Available records:
##############################

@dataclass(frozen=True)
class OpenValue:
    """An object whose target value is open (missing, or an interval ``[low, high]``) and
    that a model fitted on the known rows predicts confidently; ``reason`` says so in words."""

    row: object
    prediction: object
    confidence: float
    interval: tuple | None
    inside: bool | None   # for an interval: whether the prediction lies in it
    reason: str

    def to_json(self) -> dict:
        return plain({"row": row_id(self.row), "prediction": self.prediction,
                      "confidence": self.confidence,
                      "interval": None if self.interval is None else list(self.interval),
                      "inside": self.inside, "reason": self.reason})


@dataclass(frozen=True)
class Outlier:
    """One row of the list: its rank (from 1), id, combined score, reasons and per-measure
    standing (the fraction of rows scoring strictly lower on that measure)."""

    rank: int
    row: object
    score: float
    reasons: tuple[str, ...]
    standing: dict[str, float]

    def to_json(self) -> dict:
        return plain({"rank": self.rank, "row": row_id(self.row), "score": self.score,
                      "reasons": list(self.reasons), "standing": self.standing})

##############################

Only the lines from the one with "that a model" through the final line above should be repeated, each exactly as written.

Task response:
    that a model fitted on the known rows predicts confidently; ``reason`` says so in words."""

    row: object
    prediction: object
    confidence: float
    interval: tuple | None
    inside: bool | None   # for an interval: whether the prediction lies in it
    reason: str

    def to_json(self) -> dict:
        return plain({"row": row_id(self.row), "prediction": self.prediction,
                      "confidence": self.confidence,
                      "interval": None if self.interval is None else list(self.interval),
                      "inside": self.inside, "reason": self.reason})


@dataclass(frozen=True)
class Outlier:
    """One row of the list: its rank (from 1), id, combined score, reasons and per-measure
    standing (the fraction of rows scoring strictly lower on that measure)."""

    rank: int
    row: object
    score: float
    reasons: tuple[str, ...]
    standing: dict[str, float]

    def to_json(self) -> dict:
        return plain({"rank": self.rank, "row": row_id(self.row), "score": self.score,
                      "reasons": list(self.reasons), "standing": self.standing})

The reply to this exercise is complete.